BEGIN EXTRACTED ENTRIES
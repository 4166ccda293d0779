package main

import (
	"time"

	"github.com/schollz/progressbar/v3"
)

// progress is a bar on the error stream, on a terminal only. It may be stepped from several cores at once.
type progress struct{ bar *progressbar.ProgressBar }

// progressFrom is from how many files a bar is worth the ink.
const progressFrom = 5

// newProgress begins a bar that counts up to n of what is named.
func newProgress(s *streams, n int, what string) *progress {
	return &progress{progressbar.NewOptions(n,
		progressbar.OptionSetWriter(s.err), progressbar.OptionSetVisibility(s.errTerm && n >= progressFrom),
		progressbar.OptionSetDescription(what), progressbar.OptionShowCount(), progressbar.OptionSetElapsedTime(false),
		progressbar.OptionSetWidth(24), progressbar.OptionThrottle(100*time.Millisecond), progressbar.OptionClearOnFinish(), progressbar.OptionUseANSICodes(true),
		progressbar.OptionSetTheme(progressbar.Theme{Saucer: "#", SaucerHead: "#", SaucerPadding: ".", BarStart: "|", BarEnd: "|"}),
	)}
}

// A bar that cannot be drawn is no reason to stop.
func (p *progress) step() { _ = p.bar.Add(1) }

func (p *progress) end() { _ = p.bar.Finish() }
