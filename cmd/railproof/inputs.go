package main

import (
	"fmt"
	"io/fs"
	"os"
	"path/filepath"
	"slices"
	"strings"
)

// netlistEndings are the file endings that count as netlists when a folder is given.
var netlistEndings = []string{".cir", ".net", ".sp", ".spice", ".ckt"}

// findInputs turns arguments into files: a file stands for itself whatever its ending; a folder for every
// netlist below it, in the order of their paths. Folders whose name begins with a dot are passed over; a link
// to a file counts as a file, one to a folder is not followed. A file that is named twice is taken once.
func findInputs(arguments []string) ([]string, error) {
	var files []string
	for _, a := range arguments {
		info, err := os.Stat(a)
		if err != nil || !info.IsDir() {
			files = append(files, filepath.Clean(a)) // a missing file is reported with the others
			continue
		}
		found, err := netlistsBelow(a)
		if err != nil {
			return nil, err
		}
		if len(found) == 0 {
			return nil, fmt.Errorf("%s holds no netlist; expected files ending in %s", a, strings.Join(netlistEndings, ", "))
		}
		files = append(files, found...)
	}
	var unique []string
	seen := map[string]bool{}
	for _, f := range files {
		if !seen[f] {
			seen[f] = true
			unique = append(unique, f)
		}
	}
	return unique, nil
}

func netlistsBelow(folder string) ([]string, error) {
	var found []string
	err := filepath.WalkDir(folder, func(path string, d fs.DirEntry, err error) error {
		switch {
		case err != nil:
			return err
		case d.IsDir():
			if path != folder && strings.HasPrefix(d.Name(), ".") {
				return filepath.SkipDir
			}
		case slices.Contains(netlistEndings, strings.ToLower(filepath.Ext(path))):
			if info, err := os.Stat(path); err != nil || info.Mode().IsRegular() {
				found = append(found, filepath.Clean(path)) // a dangling link is reported with the unread files
			}
		}
		return nil
	})
	return found, err
}
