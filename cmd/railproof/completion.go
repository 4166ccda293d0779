package main

import (
	"path/filepath"
	"strings"

	"github.com/spf13/cobra"

	"railproof/checks/parts"
	"railproof/checks/policy"
	"railproof/report"
)

// completion offers words to the shell for what is typed so far.
type completion = func(c *cobra.Command, args []string, typed string) ([]string, cobra.ShellCompDirective)

// completeFlag offers words for a flag.
func completeFlag(c *cobra.Command, flag string, offer completion) {
	if err := c.RegisterFlagCompletionFunc(flag, offer); err != nil {
		panic(err) // a flag that does not exist
	}
}

// completeWords offers fixed words for a flag.
func completeWords(c *cobra.Command, flag string, words ...string) {
	completeFlag(c, flag, cobra.FixedCompletions(words, cobra.ShellCompDirectiveNoFileComp))
}

// completeList offers words for a list with commas, each once.
func completeList(c *cobra.Command, flag string, words ...string) {
	completeFlag(c, flag, func(_ *cobra.Command, _ []string, typed string) ([]string, cobra.ShellCompDirective) {
		before := typed[:strings.LastIndexByte(typed, ',')+1]
		var offered []string
		for _, w := range words {
			if !strings.Contains(","+before, ","+w+",") {
				offered = append(offered, before+w)
			}
		}
		return offered, cobra.ShellCompDirectiveNoFileComp | cobra.ShellCompDirectiveNoSpace
	})
}

// completeFiles offers files with the endings, and folders.
func completeFiles(endings ...string) completion {
	var plain []string
	for _, e := range endings {
		plain = append(plain, strings.TrimPrefix(e, "."))
	}
	return func(*cobra.Command, []string, string) ([]string, cobra.ShellCompDirective) {
		return plain, cobra.ShellCompDirectiveFilterFileExt
	}
}

func completeFolders(*cobra.Command, []string, string) ([]string, cobra.ShellCompDirective) {
	return nil, cobra.ShellCompDirectiveFilterDirs
}

// whileWanted offers words for arguments as long as the command takes another one.
func whileWanted(offer completion) completion {
	return func(c *cobra.Command, args []string, typed string) ([]string, cobra.ShellCompDirective) {
		for n := 1; n <= 2; n++ { // a command of two arguments takes the first of them too
			if more := append(args[:len(args):len(args)], make([]string, n)...); c.ValidateArgs(more) == nil {
				return offer(c, args, typed)
			}
		}
		return nil, cobra.ShellCompDirectiveNoFileComp
	}
}

// completePolicy offers the built-in policies and CSV files.
func completePolicy(_ *cobra.Command, _ []string, typed string) ([]string, cobra.ShellCompDirective) {
	var offered []string
	for _, name := range policy.Names() {
		if strings.HasPrefix(name, typed) {
			offered = append(offered, name)
		}
	}
	if len(offered) == 0 {
		return []string{"csv"}, cobra.ShellCompDirectiveFilterFileExt
	}
	if files, err := filepath.Glob(typed + "*.csv"); err == nil {
		offered = append(offered, files...)
	}
	return offered, cobra.ShellCompDirectiveNoFileComp
}

// completeFormat offers formats; behind FORMAT= a file is completed.
func completeFormat(formats []string) completion {
	return func(_ *cobra.Command, _ []string, typed string) ([]string, cobra.ShellCompDirective) {
		if strings.Contains(typed, "=") {
			return nil, cobra.ShellCompDirectiveDefault
		}
		return formats, cobra.ShellCompDirectiveNoFileComp
	}
}

func completeChecks(*cobra.Command, []string, string) ([]string, cobra.ShellCompDirective) {
	var names []string
	for _, c := range report.Catalogue() {
		names = append(names, c.Name+"\t"+c.Title)
	}
	return names, cobra.ShellCompDirectiveNoFileComp
}

func completeParts(*cobra.Command, []string, string) ([]string, cobra.ShellCompDirective) {
	var names []string
	for _, row := range parts.Default().Rows() {
		names = append(names, row.Type+"\t"+row.Kind)
	}
	return names, cobra.ShellCompDirectiveNoFileComp
}
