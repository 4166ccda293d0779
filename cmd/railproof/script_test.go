package main

import (
	"os"
	"path/filepath"
	"testing"

	"context"

	"github.com/rogpeppe/go-internal/testscript"
)

func TestMain(m *testing.M) {
	testscript.Main(m, map[string]func(){
		"railproof": func() { os.Exit(run(context.Background(), os.Args[1:], standardStreams())) },
	})
}

// TestScript runs the whole program as testdata/script/*.txtar say. In a script $SAMPLES is the folder of the
// sample supplies, and `exits N program ...` runs a program and asks for its exit status.
func TestScript(t *testing.T) {
	samples, err := filepath.Abs("../../testdata")
	if err != nil {
		t.Fatal(err)
	}
	testscript.Run(t, testscript.Params{
		Dir: "../../testdata/script", RequireExplicitExec: true, RequireUniqueNames: true,
		Setup: func(e *testscript.Env) error {
			e.Setenv("SAMPLES", samples)
			return nil
		},
		Cmds: map[string]func(ts *testscript.TestScript, neg bool, args []string){"exits": exits},
	})
}

// exits runs `exits N program args...` and asks for exit status N.
func exits(ts *testscript.TestScript, neg bool, args []string) {
	if neg || len(args) < 2 {
		ts.Fatalf("usage: exits STATUS program [args...]")
	}
	err := ts.Exec(args[1], args[2:]...)
	got := 0
	if err != nil {
		status, ok := err.(interface{ ExitCode() int })
		if !ok {
			ts.Fatalf("%v", err)
		}
		got = status.ExitCode()
	}
	if want := args[0]; want != string(rune('0'+got)) {
		ts.Fatalf("exit status %d, want %s", got, want)
	}
}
END EXTRACTED ENTRIES
◆ **REQUIRED ACTION**
When the string "testdata" appears in a line of the records above, that line is to be copied.

◆ **YOUR SOLUTION**
// TestScript runs the whole program as testdata/script/*.txtar say. In a script $SAMPLES is the folder of the
	samples, err := filepath.Abs("../../testdata")
		Dir: "../../testdata/script", RequireExplicitExec: true, RequireUniqueNames: true,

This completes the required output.